上杜相公書
慶曆七年九月日,南豐曾鞏再拜上書致政相公閣下:鞏聞夫宰相者,以己之材為天下用,則用天下而不足;以天下之材為天下用,則用天下而有餘。古之稱良宰相者無異焉,知此而已矣。
舜嘗為宰相矣,稱其功則曰「舉八元八凱」,稱其德則曰「無為而治」者,其舜也與!卒之為宰相者,無與舜為比也。則宰相之體,其亦可知也已。或曰:舜大聖人也。或曰:舜遠矣,不可尚也。請言近之。近可言者,莫若漢與唐。漢之相曰陳平。對文帝曰:陛下即問決獄,責廷尉;問錢穀,責治粟內史。對周勃曰:且陛下問長安盜賊數,又可強對邪?問平之所以為宰相者,則曰使卿大夫各得任其職也。觀平之所自任者如此,而漢之治莫盛於平為相時,則其所守者可謂當矣。
降而至於唐,唐之相曰房、杜。當房、杜之時,所與共事則長孫無忌、岑文本,主諫諍則魏鄭公、王珪,振綱維則戴胄、劉洎,持憲法則張元素、孫伏伽,用兵征伐則李勣、李靖,長民守土則李大亮。其餘為卿大夫,各任其事,則馬周、溫彥博、杜正倫、張行成、李綱、虞世南、褚遂良之徒,不可勝數。夫諫諍其君,與正綱維、持憲法、用兵征伐、長民守土,皆天下之大務也,而盡付之人,又與人共宰相之任,又有他卿大夫各任其事,則房、杜者何為者邪?考於其傳,不過曰:聞人有善,若己有之,不以求備取人,不以己長格物,隨能收敘,不隔卑賤而已。卒之稱良宰相者,必先此二人。然則著於近者,宰相之體,其亦可知也已。
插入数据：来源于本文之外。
class _Sentence:
    """The tokens of one sentence and the triggers found in them.

    Built from the lower-cased sentence alone, so one analysis serves every
    place the same sentence occurs (offsets here are relative to its start).
    Tokens come from one C-level ``findall``; their character offsets are
    computed only when a mention falls in a sentence that has triggers.
    """

    __slots__ = (
        "acting",
        "depth",
        "ends",
        "lines",
        "punct",
        "starts",
        "terminators",
        "text",
        "toks",
    )

    def __init__(self, index: _Index, firsts: frozenset[str], sent: str) -> None:
        self.text = sent
        self.punct: list[int] = []
        self.starts: list[int] | None = None  # token offsets, computed on first use
        self.ends: list[int] | None = None
        self.depth: list[int] | None = None
        # indices of the tokens that open a line (after a single line break)
        self.lines: list[int] | None = None
        self.terminators: list[tuple[int, int, frozenset[str]]] = []
        self.acting: list[_Hit] = []
        self.toks: list[str] = []
        toks = _TOKEN_RE.findall(sent)
        # most sentences hold no trigger word at all, and the rest a few: find
        # them with a set intersection and list.index (C loops), not per token
        present = firsts.intersection(toks)
        if not present:
            return
        where: list[int] = []
        for word in present:
            i = -1
            try:
                while True:
                    i = toks.index(word, i + 1)
                    where.append(i)
            except ValueError:
                pass
        where.sort()
        matches: list[_Hit] = []
        last = len(toks) - 1
        for i in where:
            single, longer = index[toks[i]]
            for sp in single:
                matches.append((i, i + 1, sp))
            if longer and i < last:
                nxt = toks[i + 1]
                for key in (nxt, NUMBER) if nxt.isdigit() else (nxt,):
                    cands = longer.get(key)
                    if cands is None:
                        continue
                    for ptoks, k, specs, wild in cands:
                        if k == 2 or (
                            _fits(ptoks, toks[i : i + k])
                            if wild and i + k <= len(toks)
                            else toks[i : i + k] == ptoks
                        ):
                            for sp in specs:
                                matches.append((i, i + k, sp))
        if len(matches) > 1:
            matches = _drop_covered(matches)
        self.acting = [m for m in matches if m[2][0] >= 0]
        if not self.acting:
            return
        self.toks = toks
        self.terminators = [
            (m[0], m[1], m[2][4]) for m in matches if m[2][5].category == "terminate"
        ]
        # punctuation tokens, to count words (not tokens) for scope distances
        punct = self.punct = [i for i, t in enumerate(toks) if not t[0].isalnum()]
        if "\n" in sent:
            # a piece is a token with the blanks after it: a line break in
            # piece k means token k + 1 opens a line
            self.lines = [
                k for k, piece in enumerate(_PIECE_RE.findall(sent), start=1) if "\n" in piece
            ]
        # bracket depth of each token: a trigger inside "( ... )" acts only
        # inside it ("report (slides not submitted) indicates lymphoma").
        # Brackets are punctuation tokens: walk those, fill the stretches between.
        if _BRACKET_RE.search(sent):
            depth: list[int] = []
            d = 0
            prev = 0
            for i in punct:
                t = toks[i]
                if t in _CLOSE:
                    depth += [d] * (i - prev)
                    if d:
                        d -= 1
                    depth.append(d)
                    prev = i + 1
                elif t in _OPEN:
                    depth += [d] * (i - prev)
                    depth.append(d)
                    d += 1
                    prev = i + 1
            depth += [d] * (len(toks) - prev)
            self.depth = depth

    def token_range(self, start: int, end: int) -> tuple[int, int]:
        """Indices of the tokens overlapping ``[start, end)`` (first, after last)."""
        starts, ends = self.starts, self.ends
        if starts is None or ends is None:
            # each token with the blanks after it: the lengths of these pieces
            # give the token offsets without one match object per token
            first = _TOKEN_RE.search(self.text)
            pieces = _PIECE_RE.findall(self.text)
            starts = list(accumulate(map(len, pieces[:-1]), initial=first.start() if first else 0))
            # ends first: a thread that sees ``starts`` set also sees ``ends``
            ends = self.ends = list(map(add, starts, map(len, self.toks)))
            self.starts = starts
        return bisect_right(ends, start), bisect_left(starts, end)

    def char_span(self, start: int, end: int) -> tuple[int, int]:
        """Character offsets of tokens ``start`` to ``end`` (exclusive)."""
        assert self.starts is not None and self.ends is not None
        return self.starts[start], self.ends[end - 1]
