def _synoptic_runs(
    text: str,
    lines: list[tuple[int, int, int]],
    hits: list[_Hit | None],
    keys: list[bool],
    lex: HeaderLexicon,
) -> list[tuple[int, int]]:
    """Runs of synoptic ``Key: value`` lines, as (first, last) line indexes.

    A run starts at a known key and goes on over known keys, other
    ``Key: value`` lines, one blank line or up to two wrapped-value lines at a
    time; a real header or a specimen-part line ends it.  It ends at its last
    key line (plus indented continuation lines) and counts when it holds at
    least three known keys.  Linear: a failed run resumes after its end.
    """
    part_re = lex.part_pattern
    n = len(lines)

    known = keys.__getitem__
    runs: list[tuple[int, int]] = []
    i = 0
    while i < n:
        if not known(i):
            i += 1
            continue
        first = last = i
        count = 1
        blanks = prose = 0
        j = i + 1
        while j < n:
            ls, le, _ = lines[j]
            h = hits[j]
            if h is not None and not h.ambiguous:
                break
            if known(j):
                count += 1
                last = j
                blanks = prose = 0
            elif _BLANK.match(text, ls, le):
                blanks += 1
                if blanks > _MAX_BLANK:
                    break
            elif _GENERIC_KEY.match(text, ls, le):
                last = j
                blanks = prose = 0
            else:
                pm = part_re.match(text, ls, le)
                if pm is not None and is_part_label(text, pm, le):
                    break
                prose += 1
                if prose > _MAX_PROSE:
                    break
            j += 1
        if count >= _MIN_KEYS:
            # Keep indented continuation lines of the last value.
            k = last + 1
            while k < n and hits[k] is None and _INDENTED.match(text, lines[k][0], lines[k][1]):
                k += 1
            runs.append((first, k - 1))
            i = k
        else:
            i = max(j, i + 1)
    return runs


#: A printed checklist of bare keys: how many keys make one, how many lines a value
#: (or a key OCR has made unknown) may take, and the longest key line.
_BARE_MIN_KEYS = 4
_BARE_MAX_VALUE_LINES = 4
_BARE_KEY_MAX = 40
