def aggregate(report: ReadReport, scheme: Scheme) -> CaseLabels:
    """Aggregate a read report into per-part and per-case labels."""
    # (part, label) -> role -> list of (state, from_addendum, broad)
    votes: dict[tuple[str, str], dict[str, list[tuple[str, bool, bool]]]] = defaultdict(
        lambda: defaultdict(list)
    )
    evidence: list[EvidenceRow] = []
    part_order: list[str] = []
    for p in report.parts:
        if p.label not in part_order:
            part_order.append(p.label)

    lead_end = _lead_end(report)
    deciding = report.has_deciding_section  # once: a scan of the sections
    for m, a in zip(report.mentions, report.assertions, strict=True):
        broad: tuple[str, ...] = ()
        if a.certainty == "absent":
            own, broad = _negation_reach(scheme, m.concept_id)
        else:
            own = scheme.labels_for(m.concept_id)
        keys = own + broad
        role = section_role(m.section, deciding, m.start, lead_end)
        decides = bool(keys) and a.counts and role != "none"
        evidence.append(EvidenceRow("mention", m.part, keys, m, None, a, decides))
        if not decides:
            continue
        if m.part not in part_order:
            part_order.append(m.part)
        for k in keys:
            votes[(m.part, k)][role].append((a.certainty, m.section == "addendum", k in broad))

    values_by_part: dict[str, list[Value]] = defaultdict(list)
    for v, a in zip(report.values, report.value_assertions, strict=True):
        role = section_role(v.section, deciding, v.start, lead_end, value=True)
        decides = a.counts and role != "none"
        fitted = scheme.fit_category(v)
        if fitted is None:
            # a category the organ's staging system lacks: evidence, never a label
            v = replace(v, flags=(*v.flags, "category_not_in_scheme"))
            decides = False
        else:
            v = fitted
        evidence.append(EvidenceRow("value", v.part, (v.key,), None, v, a, decides))
        if decides and v.key in scheme.value_keys:
            values_by_part[v.part].append(v)
            if v.part not in part_order:
                part_order.append(v.part)

    parts: dict[str, PartLabels] = {label: PartLabels(label) for label in part_order}
    for (part, key), roles in votes.items():
        chosen = roles.get("decide") or roles.get("support") or []
        if chosen and all(s == "absent" and b for s, _, b in chosen):
            # Only broad negations decide here ("not involved by neoplasm"): they
            # speak of a parent class, so a specific affirmation in supporting text
            # of the same part still counts (and, being specific, wins).
            chosen = chosen + [v for v in roles.get("support", []) if v[0] != "absent"]
        if not chosen:
            continue
        addenda = [v for v in chosen if v[1]]
        if all(st == "absent" and b for st, _, b in addenda):
            # An addendum that only negates a broader class ("margin not involved
            # by neoplasm") does not change the diagnosis of this label: it wins
            # only where it speaks of the label itself.
            addenda = []
        pool = addenda or chosen
        state = _most_definite(s for s, _, _ in pool)
        # only a negation of the label itself contradicts an affirmation of it
        conflict = state != "absent" and any(s == "absent" and not b for s, _, b in pool)
        parts[part].states[key] = LabelState(key, state, conflict=conflict)
        if conflict:
            parts[part].flags.append(f"conflict:{key}")

    for label, plist in parts.items():
        plist.values.update(_pick_values(values_by_part.get(label, [])))
        _apply_implications(scheme, report, plist, evidence)
        for v in plist.values.values():
            plist.flags.extend(v.flags)

    case = PartLabels("")
    for plist in parts.values():
        for key, st in plist.states.items():
            prev = case.states.get(key)
            if prev is None or _RANK[st.state] < _RANK[prev.state]:
                case.states[key] = LabelState(
                    key, st.state, st.conflict or bool(prev and prev.conflict), st.implied
                )
            elif st.conflict and not prev.conflict:
                case.states[key] = LabelState(key, prev.state, True, prev.implied)
    case.values = _pick_values([v for p in parts.values() for v in p.values.values()])
    case.flags = sorted({f for p in parts.values() for f in p.flags})
    ordered = [parts[label] for label in part_order if label in parts]
    # part "" holds case-level statements (e.g. a comment under no part); it is not a specimen
    specimen_parts = [p for p in ordered if p.part != ""] or ordered
    return CaseLabels(scheme, specimen_parts, case, evidence)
唐以降,天下未嘗無宰相也。稱良相者,不過有一二大節可道語而已。能以天下之材為天下用,真知宰相體者,其誰哉?
數歲之前,閣下為宰相。當是時,人主方急於致天下治,而當世之士,豪傑魁壘者,相繼而進,雜遝於朝。雖然,邪者惡之,庸者忌之,亦甚矣。獨閣下奮然自信,樂海內之善人用於世,爭出其力,以唱而助之,惟恐失其所自立,使豪傑者皆若素繇門下以出。於是與之佐人主,立州縣學,為累日之格以勵學者;課農桑,以損益之數為吏升黜之法;重名教,以矯衰弊之俗;變苟且,以起百官眾職之墜。革任子之濫,明賞罰之信,一切欲整齊法度,以立天下之本,而庶幾三代之事。雖然,紛而疑且排其議者亦眾矣。閣下復毅然堅金石之斷,周旋上下,扶持樹植,欲使其有成也。及不合矣,則引身而退,與之俱否。嗚呼!能以天下之材為天下用,真知宰相體者,非閣下其誰哉!使充其所樹立,功德可勝道哉!雖不充其志,豈愧於二帝、三代、漢唐之為宰相者哉!
若鞏者,誠鄙且賤,然常從事於書,而得聞古聖賢之道,每觀今賢傑之士,角立並出,與三代、漢唐相侔,則未嘗不歎其盛也。觀閣下與之反復議而更張庶事之意,知後有聖人作,救萬事之弊,不易此矣,則未嘗不愛其明也。觀其不合而散逐消藏,則未嘗不恨其道之難行也。以歎其盛、愛其明、恨其道之難行之心,豈須臾忘其人哉!地之相去也千里,世之相後也千載,尚慕而欲見之,況同其時,過其門牆之下也歟!今也過閣下之門,又當閣下釋袞冕而歸,非幹名蹈利者所趨走之日,故敢道其所以然,而並書雜文一編,以為進拜之資。蒙賜之一見焉,則其願得矣。
噫!賢閣下之心,非係於見否也,而復汲汲如是者,蓋其忻慕之志而已耳。伏惟幸察。不宣。鞏再拜。